■ PROBLEM ■
Each line below should be repeated exactly as it stands.

(Data items)
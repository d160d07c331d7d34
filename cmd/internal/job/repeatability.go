package job

import (
	"context"
	"math"
	"slices"

	"gatesill/fit"
	"gatesill/fit/gauge"
	"gatesill/report"
	"gatesill/store"
	"gatesill/store/record"
)

// repeatedKeys are the quantities of which a repeatability is worked out.
var repeatedKeys = []fit.Key{fit.KeyVgsth, fit.KeyVgsIdle}

// takeRepeatability finds out how well the bench repeats, by the lot's own
// measurings or by those of another lot of the part on the same bench, and lets no
// value of the sheet be surer than that. Lots without devices put in again, on
// benches without a study, stay as they are.
func takeRepeatability(ctx context.Context, db *store.DB, s *report.Sheet, method string) error {
	var runs []sittingRun
	if slices.ContainsFunc(s.Devices, func(d report.Device) bool { return len(d.Sweeps) > 1 }) {
		runs = sittingsOf(s)
	}
	known := ownRepeatability(runs)
	if len(known) == 0 {
		var err error
		if known, err = repeatabilityElsewhere(ctx, db, s, method); err != nil {
			return err
		}
	}
	if len(known) == 0 {
		return nil
	}
	s.Repeatability = known
	if runs == nil {
		runs = sittingsOf(s)
	}
	ins := map[*report.Device][]*fit.Result{}
	for _, r := range runs {
		for i := range r.insertions {
			in := &r.insertions[i]
			in.join()
			ins[in.device] = append(ins[in.device], &in.result)
		}
	}
	for i := range s.Devices {
		d := &s.Devices[i]
		if d.Result.State != fit.Measured {
			continue
		}
		for key, r := range known {
			var qs []fit.Quantity
			for _, res := range ins[d] {
				qs = append(qs, *res.At(key))
			}
			fit.Repeated(&d.Result, key, qs, r.Value, r.Across, r.DF)
		}
	}
	return nil
}

// ownRepeatability is that of the sittings, by quantity; only what rests on
// enough.
func ownRepeatability(runs []sittingRun) map[fit.Key]gauge.Repeatability {
	if repeatedIn(runs) < gauge.FewestDF {
		return nil
	}
	known := map[fit.Key]gauge.Repeatability{}
	like, _ := mostly(runs)
	for _, key := range repeatedKeys {
		if r := gauge.StudyOf(measurings(like, key), math.NaN()).Repeatability; r.Enough() {
			known[key] = r
		}
	}
	return known
}

// repeatabilityElsewhere looks for a study of the same part on the same bench: all
// sweeps of this lot and those of the study must name one and the same bench. The
// largest study counts. Only lots with enough measured again are read and fitted.
func repeatabilityElsewhere(ctx context.Context, db *store.DB, s *report.Sheet, method string) (map[fit.Key]gauge.Repeatability, error) {
	bench := benchOf(s)
	if bench == "" {
		return nil, nil
	}
	var best map[fit.Key]gauge.Repeatability
	most := 0.0
	err := db.View(ctx, func(tx *store.Tx) error {
		lots, err := tx.RepeatsOn(s.Part.ID, bench)
		if err != nil {
			return err
		}
		for _, l := range lots {
			// No lot has more degrees of freedom than times.
			if l.Lot == s.Lot.Name || l.Times < gauge.FewestDF || float64(l.Times) <= most {
				continue
			}
			known, err := studyOnBench(ctx, tx, s, l.Lot, bench, method)
			if err != nil {
				return err
			}
			for _, r := range known {
				if r.DF > most {
					best, most = known, r.DF
				}
			}
		}
		return nil
	})
	return best, err
}

// studyOnBench is the repeatability of one other lot, at the currents of s, from
// its sweeps on one bench.
func studyOnBench(ctx context.Context, tx *store.Tx, s *report.Sheet, name, bench, method string) (map[fit.Key]gauge.Repeatability, error) {
	other, sweeps, err := load(tx, name)
	if err != nil {
		return nil, err
	}
	onBench := map[string]bool{}
	for _, x := range other.Sessions {
		onBench[x.ID] = x.Bench == bench
	}
	sweeps = slices.DeleteFunc(sweeps, func(sw record.Sweep) bool { return !onBench[sw.SessionID] })
	placeSweeps(&other, sweeps)
	if repeatedIn(sittingsOf(&other)) < gauge.FewestDF {
		return nil, nil
	}
	other.TestCurrent, other.IdleCurrent = s.TestCurrent, s.IdleCurrent
	if err := fitSheet(ctx, &other, method, lastDigitsOf(&other)); err != nil {
		return nil, err
	}
	known := ownRepeatability(sittingsOf(&other))
	for key, r := range known {
		r.Basis += " of lot " + name
		known[key] = r
	}
	return known, nil
}

// benchOf is the bench on which all sweeps of the sheet were taken, "" where it is
// not known or there are several.
func benchOf(s *report.Sheet) string {
	of := map[string]string{}
	for _, x := range s.Sessions {
		of[x.ID] = x.Bench
	}
	bench, all := "", true
	counted(s, func(sw *report.Sweep) {
		b := of[sw.SessionID]
		all = all && b != "" && (bench == "" || bench == b)
		bench = b
	})
	if !all {
		return ""
	}
	return bench
}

■ ANSWER SPACE ■
repository d160d07c331d7d34
filename cmd/internal/job/repeatability.go
package job

import (
	"context"
	"math"
	"slices"

	"gatesill/fit"
	"gatesill/fit/gauge"
	"gatesill/report"
	"gatesill/store"
	"gatesill/store/record"
)

// repeatedKeys are the quantities of which a repeatability is worked out.
var repeatedKeys = []fit.Key{fit.KeyVgsth, fit.KeyVgsIdle}

// takeRepeatability finds out how well the bench repeats, by the lot's own
// measurings or by those of another lot of the part on the same bench, and lets no
// value of the sheet be surer than that. Lots without devices put in again, on
// benches without a study, stay as they are.
func takeRepeatability(ctx context.Context, db *store.DB, s *report.Sheet, method string) error {
	var runs []sittingRun
	if slices.ContainsFunc(s.Devices, func(d report.Device) bool { return len(d.Sweeps) > 1 }) {
		runs = sittingsOf(s)
	}
	known := ownRepeatability(runs)
	if len(known) == 0 {
		var err error
		if known, err = repeatabilityElsewhere(ctx, db, s, method); err != nil {
			return err
		}
	}
	if len(known) == 0 {
		return nil
	}
	s.Repeatability = known
	if runs == nil {
		runs = sittingsOf(s)
	}
	ins := map[*report.Device][]*fit.Result{}
	for _, r := range runs {
		for i := range r.insertions {
			in := &r.insertions[i]
			in.join()
			ins[in.device] = append(ins[in.device], &in.result)
		}
	}
	for i := range s.Devices {
		d := &s.Devices[i]
		if d.Result.State != fit.Measured {
			continue
		}
		for key, r := range known {
			var qs []fit.Quantity
			for _, res := range ins[d] {
				qs = append(qs, *res.At(key))
			}
			fit.Repeated(&d.Result, key, qs, r.Value, r.Across, r.DF)
		}
	}
	return nil
}

// ownRepeatability is that of the sittings, by quantity; only what rests on
// enough.
func ownRepeatability(runs []sittingRun) map[fit.Key]gauge.Repeatability {
	if repeatedIn(runs) < gauge.FewestDF {
		return nil
	}
	known := map[fit.Key]gauge.Repeatability{}
	like, _ := mostly(runs)
	for _, key := range repeatedKeys {
		if r := gauge.StudyOf(measurings(like, key), math.NaN()).Repeatability; r.Enough() {
			known[key] = r
		}
	}
	return known
}

// repeatabilityElsewhere looks for a study of the same part on the same bench: all
// sweeps of this lot and those of the study must name one and the same bench. The
// largest study counts. Only lots with enough measured again are read and fitted.
func repeatabilityElsewhere(ctx context.Context, db *store.DB, s *report.Sheet, method string) (map[fit.Key]gauge.Repeatability, error) {
	bench := benchOf(s)
	if bench == "" {
		return nil, nil
	}
	var best map[fit.Key]gauge.Repeatability
	most := 0.0
	err := db.View(ctx, func(tx *store.Tx) error {
		lots, err := tx.RepeatsOn(s.Part.ID, bench)
		if err != nil {
			return err
		}
		for _, l := range lots {
			// No lot has more degrees of freedom than times.
			if l.Lot == s.Lot.Name || l.Times < gauge.FewestDF || float64(l.Times) <= most {
				continue
			}
			known, err := studyOnBench(ctx, tx, s, l.Lot, bench, method)
			if err != nil {
				return err
			}
			for _, r := range known {
				if r.DF > most {
					best, most = known, r.DF
				}
			}
		}
		return nil
	})
	return best, err
}

// studyOnBench is the repeatability of one other lot, at the currents of s, from
// its sweeps on one bench.
func studyOnBench(ctx context.Context, tx *store.Tx, s *report.Sheet, name, bench, method string) (map[fit.Key]gauge.Repeatability, error) {
	other, sweeps, err := load(tx, name)
	if err != nil {
		return nil, err
	}
	onBench := map[string]bool{}
	for _, x := range other.Sessions {
		onBench[x.ID] = x.Bench == bench
	}
	sweeps = slices.DeleteFunc(sweeps, func(sw record.Sweep) bool { return !onBench[sw.SessionID] })
	placeSweeps(&other, sweeps)
	if repeatedIn(sittingsOf(&other)) < gauge.FewestDF {
		return nil, nil
	}
	other.TestCurrent, other.IdleCurrent = s.TestCurrent, s.IdleCurrent
	if err := fitSheet(ctx, &other, method, lastDigitsOf(&other)); err != nil {
		return nil, err
	}
	known := ownRepeatability(sittingsOf(&other))
	for key, r := range known {
		r.Basis += " of lot " + name
		known[key] = r
	}
	return known, nil
}

// benchOf is the bench on which all sweeps of the sheet were taken, "" where it is
// not known or there are several.
func benchOf(s *report.Sheet) string {
	of := map[string]string{}
	for _, x := range s.Sessions {
		of[x.ID] = x.Bench
	}
	bench, all := "", true
	counted(s, func(sw *report.Sweep) {
		b := of[sw.SessionID]
		all = all && b != "" && (bench == "" || bench == b)
		bench = b
	})
	if !all {
		return ""
	}
	return bench
}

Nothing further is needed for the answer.